If they are able to sign Gilbert Arenas he obviously has a good chance, especially if he continues to improve. I really like Nene Hilario, but I doubt he becomes an all-star anytime soon due to the number of great PFs in the West.

The Nuggets could actually be competing for a playoff spot in a few seasons.


----------



## NugzFan (Jul 26, 2002)

> Originally posted by <b>thrice911</b>!
> Do you think any Nuggets will be all-stars by 2005?
> 
> I think Carmello has a decent shot, I really feel he will make an impact in the league right away. He might be good enough in two seasons.
> ...


maybe ONE of nene (at center), melo and arenas (if we get him).


----------



## Pay Ton (Apr 18, 2003)

> Originally posted by <b>NugzFan</b>!
> yup. this is great news. might be perfect timing with the nuggets success too. by 2005 we might be ok.


Success? Not to be rude but, what success?


----------



## NugzFan (Jul 26, 2002)

> Originally posted by <b>PaytonthelluB</b>!
> 
> 
> Success? Not to be rude but, what success?


our upcoming success. did you read my post?


----------



## Pay Ton (Apr 18, 2003)

> Originally posted by <b>NugzFan</b>!
> 
> 
> our upcoming success. did you read my post?


oh, THAT success.


----------



## NugzFan (Jul 26, 2002)

> Originally posted by <b>PaytonthelluB</b>!
> 
> 
> oh, THAT success.


:yes:


----------



## Pay Ton (Apr 18, 2003)

congratulations to the nuggets on getting the all-star game in 2005, for the first time they will have multiple all-stars on their court in a game.:clap:


----------



## NugzFan (Jul 26, 2002)

> Originally posted by <b>PaytonthelluB</b>!
> congratulations to the nuggets on getting the all-star game in 2005, for the first time they will have multiple all-stars on their court in a game.:clap:


:yes:


----------



## Pay Ton (Apr 18, 2003)

> Originally posted by <b>NugzFan</b>!
> 
> 
> :yes:


:laugh:


----------



## bigbabyjesus (Mar 1, 2003)

I think Arenas, Melo, and Nene have a good shot at being all stars by then, hell even Maggette.


----------



## digital jello (Jan 10, 2003)

Agreed, hellbot. Not as much impressed with Maggette, but wow, he has the sickest dunk I've ever seen in person when he dunked on the Nets earlier this season. Head at the rim level.


----------



## NugzFan (Jul 26, 2002)

> Originally posted by <b>PaytonthelluB</b>!
> 
> 
> :laugh:


----------



## NugzFan (Jul 26, 2002)

> Originally posted by <b>hellbot</b>!
> I think Arenas, Melo, and Nene have a good shot at being all stars by then, hell even Maggette.

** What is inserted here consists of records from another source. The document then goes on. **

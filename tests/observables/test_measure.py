"""measure(): the one-call entry point: consistency with the engine, Neel order, validation."""

from __future__ import annotations

import math

import numpy as np
import pytest
import scipy.fft

from coarsen import dataset
from coarsen.engine import energy_per_site, magnetization_per_site
from coarsen.equilibrium import equilibrium_energy
from coarsen.lattice import Lattice
from coarsen.observables import (
    ESTIMATORS,
    MeasurementGrid,
    Measurements,
    bond_sums,
    domain_statistics,
    measure,
    structure_and_correlation,
)
from tests import reference
from tests.helpers import random_spins

KINDS = [("chain", (15,)), ("square", (8, 6)), ("triangular", (6, 9)), ("cubic", (4, 4, 6))]


@pytest.mark.parametrize("boundary", ["periodic", "open"])
@pytest.mark.parametrize("kind,size", KINDS)
def test_measurements_and_engine_agree(kind, size, boundary):
    """Energy and magnetization equal coarsen.engine's bit for bit (no mask); the other
    fields are those of the pieces; shapes and dtypes as documented."""
    rng = np.random.default_rng(31)
    lattice = Lattice(kind, size, boundary)
    spins = random_spins(rng, 5, lattice, up_fraction=0.6)
    grid = MeasurementGrid(lattice)
    for J, h in ((1.0, 0.0), (-0.7, 0.3), (2.0, -1.5)):
        m = measure(spins, lattice, grid, temperature=1.3, J=J, h=h)
        assert isinstance(m, Measurements)
        np.testing.assert_array_equal(m.energy, energy_per_site(spins, lattice, J, h))
        np.testing.assert_array_equal(m.magnetization, magnetization_per_site(spins, lattice))
    s, c = structure_and_correlation(spins, grid)
    np.testing.assert_array_equal(m.structure_factor, s)
    np.testing.assert_array_equal(m.correlation, c)
    count, largest = domain_statistics(spins, lattice)
    np.testing.assert_array_equal(m.domain_count, count)
    np.testing.assert_array_equal(m.largest_domain, largest)
    assert m.energy.dtype == m.magnetization.dtype == m.largest_domain.dtype == np.float64
    assert m.domain_count.dtype == np.int64
    assert m.structure_factor.shape == (5, len(grid.k))
    assert m.correlation.shape == (5, len(grid.r))
    assert m.length.shape == (len(ESTIMATORS), 5) and m.length.dtype == np.float64


@pytest.mark.parametrize("boundary", ["periodic", "open"])
@pytest.mark.parametrize("kind,size", KINDS)
def test_masked_energy_counts_bonds_between_present_sites(kind, size, boundary):
    """With a mask, the energy per present site from the brute-force bond loop of
    tests/reference.py applied to the spins with masked sites set to 0 (their bonds then
    contribute nothing); masked sites may hold any value."""
    rng = np.random.default_rng(32)
    lattice = Lattice(kind, size, boundary)
    mask = rng.random(lattice.shape) < 0.7
    mask.flat[0] = True
    spins = random_spins(rng, 4, lattice)
    zeroed = np.where(mask, spins, 0).astype(np.int8)
    garbage = np.where(mask, spins, 7).astype(np.int8)
    m = measure(garbage, lattice, MeasurementGrid(lattice, mask), temperature=1.0, J=1.5,
                h=0.25)
    twin = reference.energy_per_site(zeroed, lattice, 1.5, 0.25) * lattice.n_sites / mask.sum()
    np.testing.assert_allclose(m.energy, twin, rtol=1e-12)
    np.testing.assert_allclose(m.magnetization, zeroed.reshape(4, -1).sum(axis=1) / mask.sum())
    np.testing.assert_array_equal(bond_sums(zeroed, lattice, mask),
                                  np.rint(-reference.energy_per_site(zeroed, lattice)
                                          * lattice.n_sites).astype(np.int64))


@pytest.mark.parametrize("kind,size", [("chain", (12,)), ("square", (8, 6)), ("cubic", (4, 6, 4))])
def test_neel_order_on_a_checkerboard(kind, size):
    """The staggered field of a checkerboard is uniform: |m| = 1, one domain covering every
    site, S(0) = N; the antiferromagnet's ground state has e = e_eq, so wall is NaN."""
    lattice = Lattice(kind, size)
    board = lattice.staggering.astype(np.int8)[None]
    grid = MeasurementGrid(lattice)
    m = measure(board, lattice, grid, temperature=0.0, J=-1.0, order="neel")
    assert abs(m.magnetization[0]) == 1.0
    assert m.domain_count[0] == 1 and m.largest_domain[0] == 1.0
    assert m.structure_factor[0, 0] == pytest.approx(lattice.n_sites)
    assert m.energy[0] == equilibrium_energy(kind, 0.0, J=-1.0)
    assert np.isnan(m.length[ESTIMATORS.index("wall"), 0])
    np.testing.assert_array_equal(m.magnetization, magnetization_per_site(board, lattice, "neel"))
    ferro = measure(board, lattice, grid, temperature=0.0, J=-1.0)
    assert ferro.magnetization[0] == 0.0
    assert ferro.domain_count[0] == lattice.n_sites  # every site its own domain


def test_wall_length_uses_the_exact_equilibrium_energy():
    """equilibrium_energy=None looks up Onsager's value at the temperature; a number is used
    as given; NaN means none."""
    rng = np.random.default_rng(33)
    lattice = Lattice("square", (16, 16))
    spins = random_spins(rng, 3, lattice)
    grid = MeasurementGrid(lattice)
    wall = ESTIMATORS.index("wall")
    m = measure(spins, lattice, grid, temperature=2.0)
    np.testing.assert_allclose(m.length[wall], 1 / (m.energy - equilibrium_energy("square", 2.0)))
    given = measure(spins, lattice, grid, temperature=2.0, equilibrium_energy=-1.9)
    np.testing.assert_allclose(given.length[wall], 1 / (m.energy + 1.9))
    none = measure(spins, lattice, grid, temperature=2.0, equilibrium_energy=math.nan)
    assert np.isnan(none.length[wall]).all()
    cubic = Lattice("cubic", (4, 4, 4))
    assert np.isnan(measure(random_spins(rng, 2, cubic), cubic, MeasurementGrid(cubic),
                            temperature=3.0).length[wall]).all()


def test_replica_grouping_and_threads_do_not_change_results():
    """Many replicas at once, one at a time, or under scipy.fft.set_workers(2): same bits."""
    rng = np.random.default_rng(34)
    lattice = Lattice("triangular", (12, 15))
    grid = MeasurementGrid(lattice)
    spins = random_spins(rng, 9, lattice)
    together = measure(spins, lattice, grid, temperature=1.0)
    with scipy.fft.set_workers(2):
        threaded = measure(spins, lattice, grid, temperature=1.0)
    for name in ("energy", "magnetization", "structure_factor", "correlation", "length",
                 "domain_count", "largest_domain"):
        apart = np.concatenate([np.atleast_1d(getattr(measure(spins[i:i + 1], lattice, grid,
                                                              temperature=1.0), name).T).T
                                for i in range(9)], axis=-1 if name == "length" else 0)
        np.testing.assert_array_equal(getattr(together, name), apart, err_msg=name)
        np.testing.assert_array_equal(getattr(together, name), getattr(threaded, name))


def test_estimator_names_match_the_dataset_contract():
    assert ESTIMATORS == ("corr_zero", "corr_half", "sk_moment", "wall")
    assert ESTIMATORS == dataset.ESTIMATORS


def test_bad_input_names_the_parameter():
    lattice = Lattice("square", (6, 6))
    grid = MeasurementGrid(lattice)
    spins = np.ones((2, 6, 6), dtype=np.int8)

    def call(s=spins, lat=lattice, g=grid, **kw):
        kw.setdefault("temperature", 1.0)
        return measure(s, lat, g, **kw)

    with pytest.raises(TypeError, match="spins: expected an int8 ndarray"):
        call(s=spins.tolist())
    with pytest.raises(TypeError, match="spins: dtype is int16"):
        call(s=spins.astype(np.int16))
    with pytest.raises(ValueError, match=r"spins: shape \(2, 6, 5\)"):
        call(s=np.ones((2, 6, 5), np.int8))
    with pytest.raises(ValueError, match="spins: shape"):
        call(s=np.ones((6, 6), np.int8))
    with pytest.raises(ValueError, match="spins: values must be"):
        call(s=np.zeros((2, 6, 6), np.int8))
    with pytest.raises(TypeError, match="lattice"):
        call(lat="square")
    with pytest.raises(TypeError, match="grid: expected a MeasurementGrid"):
        call(g=lattice)
    with pytest.raises(ValueError, match="grid: built for a square 6x8"):
        call(g=MeasurementGrid(Lattice("square", (6, 8))))
    with pytest.raises(ValueError, match="order: 'anti' is not one of 'ferro', 'neel'"):
        call(order="anti")
    with pytest.raises(TypeError, match="temperature: 'hot'"):
        call(temperature="hot")
    with pytest.raises(ValueError, match="temperature: -1"):
        call(temperature=-1)
    with pytest.raises(TypeError, match="J: None"):
        call(J=None)
    with pytest.raises(ValueError, match="h: inf"):
        call(h=math.inf)
    with pytest.raises(TypeError, match="equilibrium_energy"):
        call(equilibrium_energy="low")
    triangle = Lattice("triangular", (6, 6))
    with pytest.raises(ValueError, match="order: 'neel' needs a bipartite lattice"):
        measure(np.ones((1, 6, 6), np.int8), triangle, MeasurementGrid(triangle),
                temperature=1.0, order="neel")
    odd = Lattice("square", (5, 6))
    with pytest.raises(ValueError, match="order: 'neel' needs a bipartite lattice"):
        measure(np.ones((1, 6, 5), np.int8), odd, MeasurementGrid(odd), temperature=1.0,
                order="neel")
    masked = np.ones((6, 6), dtype=bool)
    masked[0, 0] = False
    with pytest.raises(ValueError, match="spins: values at present sites"):
        bad = spins.copy()
        bad[0, 1, 1] = 0
        call(s=bad, g=MeasurementGrid(lattice, masked))


def test_thread_count_does_not_change_measurements():
    """measure(threads=1, 2, 3) on lattices large enough to be split among threads (one or
    two replicas per piece of work), and a masked grid: the same bits."""
    rng = np.random.default_rng(35)
    for lattice, mask in ((Lattice("square", (192, 160)), None),
                          (Lattice("square", (200, 180), "open"), None),
                          (Lattice("triangular", (192, 192)),
                           rng.random((192, 192)) < 0.9)):
        grid = MeasurementGrid(lattice, mask)
        spins = random_spins(rng, 5, lattice, up_fraction=0.7)
        one = measure(spins, lattice, grid, temperature=1.0, threads=1)
        for threads in (2, 3):
            many = measure(spins, lattice, grid, temperature=1.0, threads=threads)
            for name in ("energy", "magnetization", "structure_factor", "correlation",
                         "length", "domain_count", "largest_domain"):
                np.testing.assert_array_equal(getattr(one, name), getattr(many, name),
                                              err_msg=f"{lattice.describe()} {name}")
    with pytest.raises(ValueError, match="threads"):
        measure(spins, lattice, grid, temperature=1.0, threads=-1)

if we even had a decent frontcourt, id LOVE for the nuggets to sign arenas and mags, which we have more than enough cash to do. however, it leaves us too weak up front so i think kiki will pass on mags (who goes to washington) and gets a big man instead. 

but man...arenas, mags, melo, nene 1-4 lineup makes me drool very much drool.


----------



## Pay Ton (Apr 18, 2003)

> Originally posted by <b>NugzFan</b>!
> but man...arenas, mags, melo, nene 1-4 lineup makes me drool very much drool.


Drool? You got rabies?


----------



## NugzFan (Jul 26, 2002)

> Originally posted by <b>PaytonthelluB</b>!
> 
> 
> Drool? You got rabies?


:drool:


----------



## SWiSHer2.0 (Jun 17, 2003)

Its great to see the AllStar Game come do Denver.


----------



## Death2Ray (Jan 8, 2003)

Kevin Willis??? :laugh: :laugh: :laugh:


----------